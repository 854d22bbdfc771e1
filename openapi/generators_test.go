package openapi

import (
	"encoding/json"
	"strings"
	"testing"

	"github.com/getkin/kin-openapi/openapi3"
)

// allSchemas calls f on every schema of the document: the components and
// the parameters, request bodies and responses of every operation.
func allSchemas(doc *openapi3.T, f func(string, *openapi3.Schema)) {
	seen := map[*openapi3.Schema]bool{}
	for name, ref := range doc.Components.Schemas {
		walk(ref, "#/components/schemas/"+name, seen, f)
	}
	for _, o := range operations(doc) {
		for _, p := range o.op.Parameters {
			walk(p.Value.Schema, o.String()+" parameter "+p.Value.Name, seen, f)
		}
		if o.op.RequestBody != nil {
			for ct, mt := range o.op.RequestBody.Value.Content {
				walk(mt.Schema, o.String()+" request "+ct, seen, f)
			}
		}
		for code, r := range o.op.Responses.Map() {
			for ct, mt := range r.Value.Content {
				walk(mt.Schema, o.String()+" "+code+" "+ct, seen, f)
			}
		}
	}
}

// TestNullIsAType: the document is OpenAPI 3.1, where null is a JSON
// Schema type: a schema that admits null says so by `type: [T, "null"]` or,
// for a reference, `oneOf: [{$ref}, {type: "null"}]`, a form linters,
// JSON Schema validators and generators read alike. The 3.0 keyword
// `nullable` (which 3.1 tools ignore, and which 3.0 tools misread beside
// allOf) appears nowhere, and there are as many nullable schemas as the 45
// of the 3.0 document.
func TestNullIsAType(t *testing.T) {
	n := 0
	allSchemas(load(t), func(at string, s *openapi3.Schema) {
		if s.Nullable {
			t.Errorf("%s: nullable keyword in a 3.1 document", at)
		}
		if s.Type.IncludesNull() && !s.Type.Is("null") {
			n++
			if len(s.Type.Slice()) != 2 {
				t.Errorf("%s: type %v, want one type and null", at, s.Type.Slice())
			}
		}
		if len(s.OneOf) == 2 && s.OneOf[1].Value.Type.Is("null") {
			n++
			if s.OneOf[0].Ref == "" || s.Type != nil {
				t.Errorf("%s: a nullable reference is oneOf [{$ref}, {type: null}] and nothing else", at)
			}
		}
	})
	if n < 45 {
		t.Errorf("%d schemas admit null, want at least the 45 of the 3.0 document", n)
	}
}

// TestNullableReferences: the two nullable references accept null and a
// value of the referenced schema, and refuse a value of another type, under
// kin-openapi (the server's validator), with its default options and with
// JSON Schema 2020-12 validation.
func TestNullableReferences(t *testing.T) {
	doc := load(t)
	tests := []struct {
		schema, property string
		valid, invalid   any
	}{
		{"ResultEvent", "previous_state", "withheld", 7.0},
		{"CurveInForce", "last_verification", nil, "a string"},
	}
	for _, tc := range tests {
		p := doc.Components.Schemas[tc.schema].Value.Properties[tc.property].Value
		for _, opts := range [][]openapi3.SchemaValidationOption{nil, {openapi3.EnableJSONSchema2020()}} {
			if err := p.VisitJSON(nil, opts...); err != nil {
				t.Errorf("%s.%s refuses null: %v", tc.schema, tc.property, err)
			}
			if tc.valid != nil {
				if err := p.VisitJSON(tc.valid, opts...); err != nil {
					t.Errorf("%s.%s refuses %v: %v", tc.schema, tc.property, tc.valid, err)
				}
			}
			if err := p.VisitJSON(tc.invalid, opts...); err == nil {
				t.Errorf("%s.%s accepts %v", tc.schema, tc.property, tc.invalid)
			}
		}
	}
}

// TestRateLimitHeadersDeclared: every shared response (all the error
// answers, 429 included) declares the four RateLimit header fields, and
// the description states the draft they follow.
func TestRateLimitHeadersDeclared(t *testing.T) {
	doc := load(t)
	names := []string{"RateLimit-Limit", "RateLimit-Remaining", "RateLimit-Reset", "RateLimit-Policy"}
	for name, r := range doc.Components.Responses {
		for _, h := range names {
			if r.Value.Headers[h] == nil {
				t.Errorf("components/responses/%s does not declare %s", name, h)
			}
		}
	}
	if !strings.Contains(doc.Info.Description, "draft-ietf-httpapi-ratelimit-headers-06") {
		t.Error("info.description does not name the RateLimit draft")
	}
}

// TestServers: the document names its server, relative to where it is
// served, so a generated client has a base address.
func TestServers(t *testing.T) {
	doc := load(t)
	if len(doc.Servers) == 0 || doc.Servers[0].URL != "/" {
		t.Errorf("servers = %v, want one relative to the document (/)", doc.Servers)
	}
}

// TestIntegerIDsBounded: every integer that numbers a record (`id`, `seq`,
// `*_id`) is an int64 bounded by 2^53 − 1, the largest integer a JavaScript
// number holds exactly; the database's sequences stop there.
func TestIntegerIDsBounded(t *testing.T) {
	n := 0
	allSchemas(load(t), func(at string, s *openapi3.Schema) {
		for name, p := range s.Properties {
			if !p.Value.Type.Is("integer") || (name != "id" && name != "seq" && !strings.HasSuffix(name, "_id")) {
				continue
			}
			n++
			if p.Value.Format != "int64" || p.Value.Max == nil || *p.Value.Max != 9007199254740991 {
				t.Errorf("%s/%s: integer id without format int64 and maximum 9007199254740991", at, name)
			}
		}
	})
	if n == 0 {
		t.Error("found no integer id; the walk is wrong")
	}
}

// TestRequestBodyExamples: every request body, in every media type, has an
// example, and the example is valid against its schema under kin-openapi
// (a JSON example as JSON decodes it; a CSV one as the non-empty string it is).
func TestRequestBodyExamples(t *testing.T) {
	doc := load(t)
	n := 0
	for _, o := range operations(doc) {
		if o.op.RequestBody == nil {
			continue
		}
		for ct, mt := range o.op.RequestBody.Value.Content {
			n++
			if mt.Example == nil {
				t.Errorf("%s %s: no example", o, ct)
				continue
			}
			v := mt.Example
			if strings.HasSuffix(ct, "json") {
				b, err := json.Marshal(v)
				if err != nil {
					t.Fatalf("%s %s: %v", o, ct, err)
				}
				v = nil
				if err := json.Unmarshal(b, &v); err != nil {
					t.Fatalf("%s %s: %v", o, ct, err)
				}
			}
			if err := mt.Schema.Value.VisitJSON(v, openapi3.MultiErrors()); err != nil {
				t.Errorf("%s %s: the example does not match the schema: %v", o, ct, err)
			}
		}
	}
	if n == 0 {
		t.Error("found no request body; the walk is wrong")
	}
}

_DIRECTIONS_: If a line above holds the string "HasSuffix", count it; give the final total as the only output.

_RESPONSE TO THIS EXERCISE_: 2